Study material:

※

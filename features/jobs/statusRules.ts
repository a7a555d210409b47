import type { MemberRole } from '../auth/schema';
import { jobStatusLabels, type JobStatus } from './schema';

/**
 * The moves a member may make by hand, in the order work goes through the shop, plus the
 * steps back a framer needs (a mat recut, a frame reopened). Two statuses are never chosen by hand:
 * "waiting for approval" comes from sending a proof, and "approved" from the customer's approval on
 * the proof, or from an owner who overrides with a reason. Shipped and collected are final; a
 * cancelled job can only be reopened as taken in.
 */
export const manualStatusMoves: Readonly<Record<JobStatus, readonly JobStatus[]>> = {
  taken_in: ['designing', 'cancelled'],
  designing: ['taken_in', 'cancelled'],
  awaiting_approval: ['designing', 'cancelled'],
  approved: ['designing', 'cutting', 'cancelled'],
  cutting: ['approved', 'assembling', 'cancelled'],
  assembling: ['cutting', 'ready', 'cancelled'],
  ready: ['assembling', 'shipped', 'collected', 'cancelled'],
  shipped: [],
  collected: [],
  cancelled: ['taken_in'],
};

/** Where an owner may mark a job approved without an approved proof (with a reason). */
export const overridableToApproved: readonly JobStatus[] = ['taken_in', 'designing', 'awaiting_approval'];

/** Statuses from which a proof may be sent: the design is still open to the customer's say. */
export const proofSendableStatuses: readonly JobStatus[] = ['taken_in', 'designing', 'awaiting_approval', 'approved'];

export type StatusMoveRefusal =
  | { readonly kind: 'same' | 'not_allowed' | 'owner_only'; readonly message: string }
  | { readonly kind: 'reason_needed'; readonly message: string };

/** Moves a member of `role` may pick from `from`, with whether each needs a reason. */
export function statusChoices(from: JobStatus, role: MemberRole): { status: JobStatus; needsReason: boolean }[] {
  const choices = manualStatusMoves[from].map((status) => ({ status, needsReason: false }));
  if (role === 'owner' && overridableToApproved.includes(from)) choices.push({ status: 'approved', needsReason: true });
  return choices;
}

/** Why a hand move is refused, or null when it is allowed. `reason` is the note the member typed. */
export function statusMoveRefusal(from: JobStatus, to: JobStatus, role: MemberRole, reason: string | undefined): StatusMoveRefusal | null {
  if (from === to) return { kind: 'same', message: 'The job already has that status' };
  if (to === 'approved' && overridableToApproved.includes(from)) {
    if (role !== 'owner') {
      return { kind: 'owner_only', message: 'A job is approved by the customer on a proof; only an owner can mark it approved without one' };
    }
    if (!reason) return { kind: 'reason_needed', message: 'Say why the job is approved without an approved proof' };
    return null;
  }
  if (manualStatusMoves[from].includes(to)) return null;
  return { kind: 'not_allowed', message: notAllowedMessage(from, to) };
}

function notAllowedMessage(from: JobStatus, to: JobStatus): string {
  const fromLabel = jobStatusLabels[from].toLowerCase();
  const toLabel = jobStatusLabels[to].toLowerCase();
  if (to === 'awaiting_approval') return 'A job waits for approval when a proof is sent: send one from the proofs section';
  if (from === 'shipped' || from === 'collected') return `The job is ${fromLabel}; a finished job does not move again`;
  if (from === 'cancelled') return 'A cancelled job can only be reopened as taken in';
  const next = manualStatusMoves[from].map((s) => jobStatusLabels[s].toLowerCase());
  return `A job that is ${fromLabel} cannot move to ${toLabel}; it can move to ${next.join(', ')}`;
}
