import { doublePrecision, index, integer, jsonb, pgEnum, pgTable, text, timestamp, uuid } from 'drizzle-orm/pg-core';
import { pieceKinds } from '../../features/pieces/schema';
import type { PieceOutline } from '../../features/trace/schema';
import { jobs } from './jobs';
import { members } from './members';
import { shops } from './shops';

export const pieceKind = pgEnum('piece_kind', pieceKinds);

/** A physical item of a job, with its real size. */
export const pieces = pgTable(
  'pieces',
  {
    id: uuid('id').primaryKey().defaultRandom(),
    shopId: uuid('shop_id').notNull().references(() => shops.id, { onDelete: 'cascade' }),
    jobId: uuid('job_id').notNull().references(() => jobs.id, { onDelete: 'cascade' }),
    kind: pieceKind('kind').notNull(),
    /** A short name a framer recognises: "home jersey", "team photo". */
    label: text('label').notNull(),
    /** Real width in inches (what was typed, in any unit, converted). */
    widthIn: doublePrecision('width_in').notNull(),
    heightIn: doublePrecision('height_in').notNull(),
    notes: text('notes'),
    /** A garment's saved outline in inches, with the trace, photo and calibration it came from; null until one is saved. */
    outline: jsonb('outline').$type<PieceOutline>(),
    createdAt: timestamp('created_at', { withTimezone: true }).notNull().defaultNow(),
  },
  (t) => [index('pieces_job_idx').on(t.jobId)],
);

export type Piece = typeof pieces.$inferSelect;

/** An uploaded photograph of a piece; the files live in storage under these keys. */
export const photos = pgTable(
  'photos',
  {
    id: uuid('id').primaryKey().defaultRandom(),
    shopId: uuid('shop_id').notNull().references(() => shops.id, { onDelete: 'cascade' }),
    pieceId: uuid('piece_id').notNull().references(() => pieces.id, { onDelete: 'cascade' }),
    /** Storage key of the original upload. */
    originalKey: text('original_key').notNull(),
    /** Storage key of the resized JPEG preview. */
    previewKey: text('preview_key').notNull(),
    /** Content type detected from the bytes, not from the name. */
    mimeType: text('mime_type').notNull(),
    bytes: integer('bytes').notNull(),
    widthPx: integer('width_px').notNull(),
    heightPx: integer('height_px').notNull(),
    originalName: text('original_name'),
    uploadedBy: text('uploaded_by').references(() => members.id, { onDelete: 'set null' }),
    createdAt: timestamp('created_at', { withTimezone: true }).notNull().defaultNow(),
  },
  (t) => [index('photos_piece_idx').on(t.pieceId)],
);

export type Photo = typeof photos.$inferSelect;
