import { useQuery } from '@tanstack/react-query';
import { useEffect, useState } from 'react';
import { StyleSheet, View } from 'react-native';
import { glazingKindLabels, isGlass, type FrameChoice, type GlazingKind } from '../settings/materials';
import { settingsQueries, useShopRounding } from '../settings/queries';
import { Button } from '../ui/Button';
import { ChoiceChips } from '../ui/ChoiceChips';
import { LengthField } from '../ui/LengthField';
import { Notice } from '../ui/Notice';
import { Text } from '../ui/Text';
import { colors, radius, space } from '../ui/theme';
import { errorMessage, serverFieldErrors } from '../ui/useFieldErrors';
import { useUpdateJob } from './queries';
import type { Job } from './schema';

/** The frame the job will be built in: moulding, glazing and shadowbox depth, read by the quote and the shipping box. */
export function FramePanel({ job }: { job: Job }) {
  const settings = useQuery(settingsQueries.shop());
  const rounding = useShopRounding();
  const update = useUpdateJob(job.id);
  const mouldings = settings.data?.settings.mouldings ?? [];
  const glazing = settings.data?.settings.glazing ?? [];
  const [draft, setDraft] = useState<FrameChoice | null>(job.frame);
  const [errors, setErrors] = useState<Record<string, string>>({});
  useEffect(() => setDraft(job.frame), [job.frame]);
  if (!settings.data) return null;
  if (mouldings.length === 0 || glazing.length === 0) {
    return (
      <View style={styles.card} testID="frame-panel">
        <Text variant="heading">Frame</Text>
        <Text variant="caption">The shop lists no {mouldings.length === 0 ? 'mouldings' : 'glazing'} yet; the owner adds them under Settings.</Text>
      </View>
    );
  }
  const value: FrameChoice = draft ?? { mouldingCode: mouldings[0]!.code, glazingKind: glazing[0]!.kind, shadowboxDepthIn: 0 };
  const set = (patch: Partial<FrameChoice>) => setDraft({ ...value, ...patch });
  const changed = JSON.stringify(value) !== JSON.stringify(job.frame);
  const save = () => update.mutate({ frame: value }, { onSuccess: () => setErrors({}), onError: (e) => setErrors(serverFieldErrors(e)) });
  return (
    <View style={styles.card} testID="frame-panel">
      <Text variant="heading">Frame</Text>
      {!job.frame ? <Text variant="caption">No frame chosen yet: a quote now prices the mats and work only.</Text> : null}
      <ChoiceChips label="Moulding" options={mouldings.map((m) => ({ value: m.code, label: `${m.code} · ${m.name}` }))} value={value.mouldingCode} onChange={(mouldingCode) => set({ mouldingCode })} testID="frame-moulding" />
      <ChoiceChips<GlazingKind> label="Glazing" options={glazing.map((g) => ({ value: g.kind, label: glazingKindLabels[g.kind] }))} value={value.glazingKind} onChange={(glazingKind) => set({ glazingKind })} testID="frame-glazing" />
      {isGlass(value.glazingKind) ? (
        <Notice tone="info" title="Glass">
          A frame that will be shipped is safer in acrylic: it is lighter and does not shatter in the box. Handle glass with gloves and eye protection and carry sheets on edge.
        </Notice>
      ) : null}
      <LengthField label="Shadowbox depth (0 for a flat frame)" value={value.shadowboxDepthIn} rounding={rounding} onChange={(shadowboxDepthIn) => set({ shadowboxDepthIn })} error={errors['frame.shadowboxDepthIn']} testID="frame-depth" />
      {update.isError && Object.keys(errors).length === 0 ? <Notice>{errorMessage(update.error) ?? ''}</Notice> : null}
      {changed ? <Button label="Save the frame" onPress={save} busy={update.isPending} testID="frame-save" /> : <Text variant="caption" testID="frame-saved">{job.frame ? 'Saved on the job.' : ''}</Text>}
    </View>
  );
}

const styles = StyleSheet.create({
  card: { gap: space.sm, backgroundColor: colors.card, padding: space.lg, borderRadius: radius.lg, borderWidth: 1, borderColor: colors.line },
});
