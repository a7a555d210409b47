import { useQuery } from '@tanstack/react-query';
import { StyleSheet, View } from 'react-native';
import { moneyText, paymentMethodLabels, paymentMethods } from '../payments/schema';
import { Text } from '../ui/Text';
import { colors, space } from '../ui/theme';
import type { ActivityEntry } from './activitySchema';
import { jobQueries } from './queries';
import { jobStatusLabels, jobStatusSchema } from './schema';
import { momentText } from '../ui/dates';

const statusWord = (value: unknown) => {
  const parsed = jobStatusSchema.safeParse(value);
  return parsed.success ? jobStatusLabels[parsed.data] : String(value);
};

function proofDecisionWords(d: Record<string, unknown>): string {
  const version = typeof d.number === 'number' ? ` of version ${d.number}` : '';
  if (d.decision === 'revoked') return 'Revoked a proof link';
  if (d.decision === 'approved') return `The customer approved the proof${version}${typeof d.name === 'string' ? `, signed “${d.name}”` : ''}`;
  return `The customer asked for changes to the proof${version}${typeof d.comment === 'string' ? `: “${d.comment}”` : ''}`;
}

function paymentWords(d: Record<string, unknown>): string {
  if (typeof d.amountCents !== 'number' || typeof d.currency !== 'string') return 'Recorded a payment';
  const method = paymentMethods.find((m) => m === d.method);
  return `Recorded a payment of ${moneyText(d.amountCents, d.currency)}${method ? ` (${paymentMethodLabels[method].toLowerCase()})` : ''}`;
}

/** One plain sentence per entry; unknown kinds still show their name rather than vanish. */
export function describeActivity(entry: ActivityEntry): string {
  const d = entry.detail;
  switch (entry.kind) {
    case 'job_created':
      return 'Opened the job';
    case 'job_updated':
      return `Edited ${Array.isArray(d.fields) ? d.fields.join(', ') : 'the job'}`;
    case 'status_changed':
      return `${d.override === true ? 'Marked approved without a proof, ' : ''}Moved from ${statusWord(d.from)} to ${statusWord(d.to)}${typeof d.note === 'string' ? ` — “${d.note}”` : ''}`;
    case 'piece_added':
      return `Added a piece${typeof d.label === 'string' ? `: ${d.label}` : ''}`;
    case 'piece_removed':
      return `Removed a piece${typeof d.label === 'string' ? `: ${d.label}` : ''}`;
    case 'photo_added':
      return 'Added a photo';
    case 'outline_saved':
      return `Saved a traced outline${typeof d.label === 'string' ? ` for ${d.label}` : ''}`;
    case 'layout_created':
      return `Started a layout${typeof d.name === 'string' ? `: ${d.name}` : ''}`;
    case 'version_frozen':
      return `Froze version ${String(d.number ?? '')}`.trim();
    case 'proof_sent':
      return `Sent a proof for approval${typeof d.number === 'number' ? ` (version ${d.number})` : ''}`;
    case 'proof_decided':
      return proofDecisionWords(d);
    case 'file_exported':
      return `Exported a cut file${typeof d.format === 'string' ? ` (${d.format.toUpperCase()})` : ''}`;
    case 'cut_released':
      return `Released version ${String(d.number ?? '')} for cutting without the customer's approval${typeof d.reason === 'string' ? ` — “${d.reason}”` : ''}`;
    case 'payment_recorded':
      return paymentWords(d);
    case 'quote_built':
      return `Built quote version ${String(d.version ?? '')}${typeof d.total === 'string' ? `: ${d.total}` : ''}`;
    case 'arrival_noted':
      return d.photo ? 'The customer sent a photo of the frame on arrival' : `The customer said how it arrived${typeof d.comment === 'string' ? `: “${d.comment}”` : ''}`;
    default:
      return entry.kind.replace(/_/g, ' ');
  }
}

export function ActivityList({ jobId }: { jobId: string }) {
  const activity = useQuery(jobQueries.activity(jobId));
  return (
    <View style={styles.box} testID="activity">
      <Text variant="heading">Activity</Text>
      {activity.isError ? <Text variant="caption">The activity could not be loaded: {activity.error.message}</Text> : null}
      {activity.data?.activity.map((entry) => (
        <View key={entry.id} style={styles.row}>
          <Text style={styles.what}>{describeActivity(entry)}</Text>
          <Text variant="caption">
            {entry.memberName ?? 'Customer or system'} · {momentText(entry.at)}
          </Text>
        </View>
      ))}
    </View>
  );
}

const styles = StyleSheet.create({
  box: { gap: space.sm },
  row: { borderLeftWidth: 2, borderLeftColor: colors.line, paddingLeft: space.md, paddingVertical: space.xs },
  what: { fontSize: 14 },
});
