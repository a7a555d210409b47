import { useQuery } from '@tanstack/react-query';
import { useDeferredValue } from 'react';
import { useLocalSearchParams } from 'expo-router';
import { ActivityIndicator, StyleSheet, useWindowDimensions, View } from 'react-native';
import { LayoutsSection } from '../layouts/LayoutsSection';
import { PaymentsPanel } from '../payments/PaymentsPanel';
import { PiecesSection } from '../pieces/PiecesSection';
import { JobProofs } from '../proofs/JobProofs';
import { QuoteSection } from '../quotes/QuoteSection';
import { ArrivalSection } from '../shipping/ArrivalSection';
import { ShippingSection } from '../shipping/ShippingSection';
import { Notice } from '../ui/Notice';
import { Screen } from '../ui/Screen';
import { Text } from '../ui/Text';
import { colors, radius, space, WIDE_MIN_WIDTH } from '../ui/theme';
import { ActivityList } from './ActivityList';
import { JobEditor } from './JobEditor';
import { jobQueries } from './queries';
import { dueDateText } from './dueRange';
import { FramePanel } from './FramePanel';
import { StatusBadge } from './StatusBadge';
import { SafetyNote } from './SafetyNote';
import { StatusMover } from './StatusMover';

export function JobDetailScreen() {
  // `payment`: the provider's session id when the browser comes back from its payment page.
  const { id, payment } = useLocalSearchParams<{ id: string; payment?: string }>();
  const job = useQuery(jobQueries.detail(id));
  const wide = useWindowDimensions().width >= WIDE_MIN_WIDTH;
  // The job's arrival mounts every section (pieces, layouts, quote, proofs, payments, shipping,
  // activity): drawn in a render React splits into short slices (a deferred value), not in the
  // one task the answer lands in (~400 ms on Lighthouse's slowed phone); the wheel stays until then.
  const arrived = useDeferredValue(job.data);
  const shown = arrived?.job.id === id ? arrived : undefined;

  if (job.isError) {
    return (
      <Screen>
        <Notice title="This job could not be opened">{job.error.message}</Notice>
      </Screen>
    );
  }
  if (!shown) return <ActivityIndicator color={colors.accent} style={styles.loading} />;
  const j = shown.job;
  return (
    <Screen maxWidth={wide ? 1180 : 720} title={j.title}>
      <View style={styles.card}>
        <View style={styles.headRow}>
          <StatusBadge status={j.status} testID="job-status" />
          <JobEditor job={j} />
        </View>
        <Text variant="title" testID="job-title-heading">
          {j.title}
        </Text>
        <Text variant="caption">
          {j.customerName}
          {j.dueDate ? ` · due ${dueDateText(j.dueDate, new Date())}` : ' · no due date'}
        </Text>
        {j.notes ? <Text style={styles.notes}>{j.notes}</Text> : null}
        <StatusMover jobId={j.id} current={j.status} />
        <SafetyNote status={j.status} />
      </View>
      <View style={[styles.columns, wide && styles.columnsWide]}>
        <View style={[styles.column, wide && styles.mainColumn]}>
          <PiecesSection jobId={j.id} />
          <LayoutsSection jobId={j.id} />
          <FramePanel job={j} />
          <QuoteSection jobId={j.id} />
          <JobProofs jobId={j.id} />
          <PaymentsPanel jobId={j.id} returnedFrom={typeof payment === 'string' ? payment : undefined} />
          <ShippingSection jobId={j.id} />
          {j.status === 'shipped' || j.status === 'collected' ? <ArrivalSection jobId={j.id} /> : null}
          {/* Sections of the job's work: pieces, layouts, proofs, quote, payments, shipping. */}
        </View>
        <View style={[styles.card, wide && styles.sideColumn]}>
          <ActivityList jobId={j.id} />
        </View>
      </View>
    </Screen>
  );
}

const styles = StyleSheet.create({
  loading: { marginTop: space.xxl },
  card: { gap: space.sm, backgroundColor: colors.card, padding: space.lg, borderRadius: radius.lg, borderWidth: 1, borderColor: colors.line },
  headRow: { flexDirection: 'row', justifyContent: 'space-between', alignItems: 'center' },
  notes: { color: colors.muted },
  columns: { gap: space.lg },
  columnsWide: { flexDirection: 'row', alignItems: 'flex-start' },
  column: { gap: space.lg },
  mainColumn: { flex: 2, minWidth: 0 },
  sideColumn: { flex: 1, minWidth: 0 },
});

※

Among the lines of the data, find every one that holds "pgTable" and copy it.

import { doublePrecision, index, integer, jsonb, pgEnum, pgTable, text, timestamp, uuid } from 'drizzle-orm/pg-core';
export const pieces = pgTable(
export const photos = pgTable(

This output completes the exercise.